Around 100 people turned out for Protect Public Health Care Sunshine Coast’s (PPHC) April 30 forum in Sechelt to hear a pair of speakers who urged them to consider health care issues when marking their ballots.
Andrew Longhurst, a researcher with the Canadian Centre for Policy Alternatives, and the author of “Privatization and Declining Access to BC Seniors’ Care – An Urgent Call For Policy Change,” said the main message of his study is that “ownership of facilities matters.”
“Over the last 16 years, health authority owned and operated, and non-profit owned and operated beds, have declined at a rate of 11 per cent,” Longhurst told the audience. “Beds in the for-profit sector, publicly funded beds where the health authority contracts out, similar to the issue at Silverstone … that type of private for-profit delivery for those services has increased at a rate of 42 per cent… We’re not seeing the investments in publicly owned and operated facilities.”

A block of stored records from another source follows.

describe("payment intents", () => {
  it("go through confirmation, capture in part and cancellation", async () => {
    const made = await stripe.paymentIntents.create({ amount: 900, currency: "usd" });
    expect(made.status).toBe("requires_payment_method");
    expect((await stripe.paymentIntents.update(made.id, { payment_method: "pm_card_visa" })).status).toBe(
      "requires_confirmation",
    );
    expect((await stripe.paymentIntents.confirm(made.id)).status).toBe("succeeded");
    const held = await pay(1000, "pm_card_visa", { capture_method: "manual" });
    expect(held).toMatchObject({ status: "requires_capture", amount_capturable: 1000, amount_received: 0 });
    expect(await stripe.paymentIntents.capture(held.id, { amount_to_capture: 600 })).toMatchObject({
      status: "succeeded",
      amount_received: 600,
    });
    const other = await stripe.paymentIntents.create({ amount: 900, currency: "usd" });
    expect(await stripe.paymentIntents.cancel(other.id)).toMatchObject({ status: "canceled" });
    expect(await failure(stripe.paymentIntents.confirm(other.id, { payment_method: "pm_card_visa" }))).toBe(
      "400 StripeInvalidRequestError payment_intent_unexpected_state",
    );
  });

  it("come back from a decline with 402 and its reason", async () => {
    const error = await pay(900, "pm_card_visa_chargeDeclinedInsufficientFunds").catch(
      (thrown: unknown) => thrown as Stripe.errors.StripeCardError,
    );
    expect(error).toMatchObject({
      type: "StripeCardError",
      statusCode: 402,
      code: "card_declined",
      decline_code: "insufficient_funds",
      payment_intent: { status: "requires_payment_method" },
    });
    expect(await failure(pay(900, "pm_card_visa", { currency: "eur" }))).toBe(
      "400 StripeInvalidRequestError parameter_invalid_enum",
    );
  });

  it("wait for the bank where a card needs it", async () => {
    const intent = await pay(900, "pm_card_authenticationRequired", {
      return_url: "http://127.0.0.1:1/back",
    });
    expect(intent.status).toBe("requires_action");
    const page = intent.next_action?.redirect_to_url?.url ?? "";
    const answer = await fetch(page, {
      method: "POST",
      body: new URLSearchParams({ answer: "confirm" }),
      redirect: "manual",
    });
    expect(answer.headers.get("location")).toContain("redirect_status=succeeded");
    expect((await stripe.paymentIntents.retrieve(intent.id)).status).toBe("succeeded");
  });
});

describe("refunds", () => {
  it("give back in parts, up to what is left", async () => {
    const intent = await pay(1000);
    await pay(5000);
    const first = await stripe.refunds.create({ payment_intent: intent.id, amount: 400 });
    expect(first).toMatchObject({ status: "succeeded", amount: 400 });
    expect(await failure(stripe.refunds.create({ payment_intent: intent.id, amount: 601 }))).toBe(
      "400 StripeInvalidRequestError",
    );
    await stripe.refunds.create({ payment_intent: intent.id });
    expect(await failure(stripe.refunds.create({ payment_intent: intent.id }))).toBe(
      "400 StripeInvalidRequestError charge_already_refunded",
    );
    const charge = await stripe.charges.retrieve(intent.latest_charge as string);
    expect(charge).toMatchObject({ amount_refunded: 1000, refunded: true });
    // The fees stay with Stripe: 59 cents of $10.00 and $1.75 of $50.00.
    expect(await available()).toBe(5000 - 59 - 175);
  });

  it("take the money of a payment that is still pending out of what is pending", async () => {
    await pay(5000, "pm_card_visa");
    const intent = await pay(1000, "pm_card_visa");
    await stripe.refunds.create({ payment_intent: intent.id });
    expect([await available(), await pending()]).toEqual([0, 5000 - 175 - 59]);
  });

  it("are refused where the balance does not hold them", async () => {
    const intent = await pay(1000);
    const account = await annotator();
    await stripe.transfers.create({ amount: 900, currency: "usd", destination: account });
    expect(await failure(stripe.refunds.create({ payment_intent: intent.id }))).toBe(
      "400 StripeInvalidRequestError balance_insufficient",
    );
  });

  it("may fail later, and then the money is back", async () => {
    await pay(5000);
    const intent = await pay(1000, "pm_card_refundFail");
    await control(fakes.stripe, "clock", { advanceMs: 3 * DAYS_MS });
    const before = await available();
    const refund = await stripe.refunds.create({ payment_intent: intent.id });
    await flush();
    expect((await stripe.refunds.retrieve(refund.id)).status).toBe("failed");
    expect(await available()).toBe(before);
    expect(types()).toContain("refund.failed");
  });
});

describe("balances", () => {
  it("become available in time, at once with the bypassing card", async () => {
    await pay(1000, "pm_card_visa");
    expect([await available(), await pending()]).toEqual([0, 941]);
    await pay(1000, "pm_card_bypassPending");
    expect([await available(), await pending()]).toEqual([941, 941]);
    await control(fakes.stripe, "clock", { advanceMs: 2 * DAYS_MS });
    expect([await available(), await pending()]).toEqual([1882, 0]);
  });

  it("equal the sum of their transactions after everything that moves money", async () => {
    const account = await annotator();
    const failing = await annotator("000111111116");
    for (let round = 0; round < 5; round += 1) {
      const intent = await pay(3000 + round);
      await pay(700, "pm_card_createDispute");
      await stripe.refunds.create({ payment_intent: intent.id, amount: 100 + round });
      const transfer = await stripe.transfers.create({
        amount: 500,
        currency: "usd",
        destination: account,
        source_transaction: intent.latest_charge as string,
      });
      await stripe.transfers.createReversal(transfer.id, { amount: 120 });
      await stripe.transfers.create({ amount: 200, currency: "usd", destination: failing });
      await stripe.payouts.create({ amount: 100, currency: "usd" }, { stripeAccount: account });
      await stripe.payouts.create({ amount: 150, currency: "usd" }, { stripeAccount: failing });
      await flush();
    }
    const accounts = await audited();
    expect(accounts).toHaveLength(3);
    for (const { balance, sum } of accounts) expect(balance).toBe(sum);
    let listed = 0;
    for await (const transaction of stripe.balanceTransactions.list({ limit: 100 }))
      listed += transaction.net;
    expect(listed).toBe(((await available()) ?? 0) + ((await pending()) ?? 0));
    expect(await available(failing)).toBe(5 * 200);
  });
});

describe("connected accounts", () => {
  it("become ready by onboarding, through a link that serves once", async () => {
    const account = await stripe.accounts.create({
      type: "express",
      email: "mara@example.com",
      capabilities: { transfers: { requested: true } },
      metadata: { userId: "u1" },
    });
    expect(account).toMatchObject({
      payouts_enabled: false,
      details_submitted: false,
      capabilities: { transfers: "inactive" },
    });
    expect(account.requirements?.currently_due).toContain("external_account");
    const link = await stripe.accountLinks.create({
      account: account.id,
      refresh_url: "http://127.0.0.1:1/refresh",
      return_url: "http://127.0.0.1:1/return",
      type: "account_onboarding",
    });
    expect(await (await fetch(link.url)).text()).toContain("Local stand-in");
    const send = () =>
      fetch(link.url, {
        method: "POST",
        body: new URLSearchParams({ bank: "000123456789" }),
        redirect: "manual",
      });
    expect((await send()).headers.get("location")).toBe("http://127.0.0.1:1/return");
    expect((await send()).headers.get("location")).toBe("http://127.0.0.1:1/refresh");
    const ready = await stripe.accounts.retrieve(account.id);
    expect(ready).toMatchObject({
      payouts_enabled: true,
      details_submitted: true,
      capabilities: { transfers: "active" },
      metadata: { userId: "u1" },
    });
    expect(ready.external_accounts?.data[0]).toMatchObject({
      object: "bank_account",
      last4: "6789",
      routing_number: "110000000",
    });
    await flush();
    expect(hook.events).toContainEqual(
      expect.objectContaining({ type: "account.updated", account: account.id }),
    );
  });

  it("have links that expire", async () => {
    const account = await stripe.accounts.create({
      type: "express",
      capabilities: { transfers: { requested: true } },
    });
    const link = await stripe.accountLinks.create({
      account: account.id,
      refresh_url: "http://127.0.0.1:1/refresh",
      return_url: "http://127.0.0.1:1/return",
      type: "account_onboarding",
    });
    await control(fakes.stripe, "clock", { advanceMs: 301_000 });
    expect((await fetch(link.url, { redirect: "manual" })).headers.get("location")).toBe(
      "http://127.0.0.1:1/refresh",
    );
  });

  it("are looked at first where that is asked for, and can be restricted later", async () => {
    await control(fakes.stripe, "settings", { verifyMs: 60_000 });
    const account = await annotator();
    expect((await stripe.accounts.retrieve(account)).capabilities?.transfers).toBe("pending");
    await control(fakes.stripe, "clock", { advanceMs: 60_001 });
    expect((await stripe.accounts.retrieve(account)).capabilities?.transfers).toBe("active");
    await control(fakes.stripe, "account", { account, state: "restricted" });
    await pay(1000);
    expect(
      await failure(stripe.transfers.create({ amount: 100, currency: "usd", destination: account })),
    ).toBe("400 StripeInvalidRequestError insufficient_capabilities_for_transfer");
    await control(fakes.stripe, "settings", { verifyMs: 0 });
  });

  it("that are unknown are refused with 403", async () => {
    expect(await failure(stripe.accounts.retrieve("acct_none"))).toBe(
      "403 StripePermissionError account_invalid",
    );
    expect(await failure(stripe.balance.retrieve({}, { stripeAccount: "acct_none" }))).toBe(
      "403 StripePermissionError account_invalid",
    );
  });
});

Longhurst argued that his research and other studies show that the quality of care, especially long-term care, is better under a public or non-profit model.
According to Longhurst the shift to more private, for-profit delivery is being created, at least in part, because there’s not enough money coming to health authorities from senior governments for capital projects.
“In Vancouver Coastal Health, that’s been one of the challenges. There are competing capital priorities. There are other needs to expand hospitals and other facilities. For the health authorities, when they don’t have sufficient resources coming from the provincial government, they have to make those decisions,” he said. “Health authorities are put in a very difficult position because it means they can’t make those decisions to expand or maintain services in the public system where the evidence says those commitments need to be made.”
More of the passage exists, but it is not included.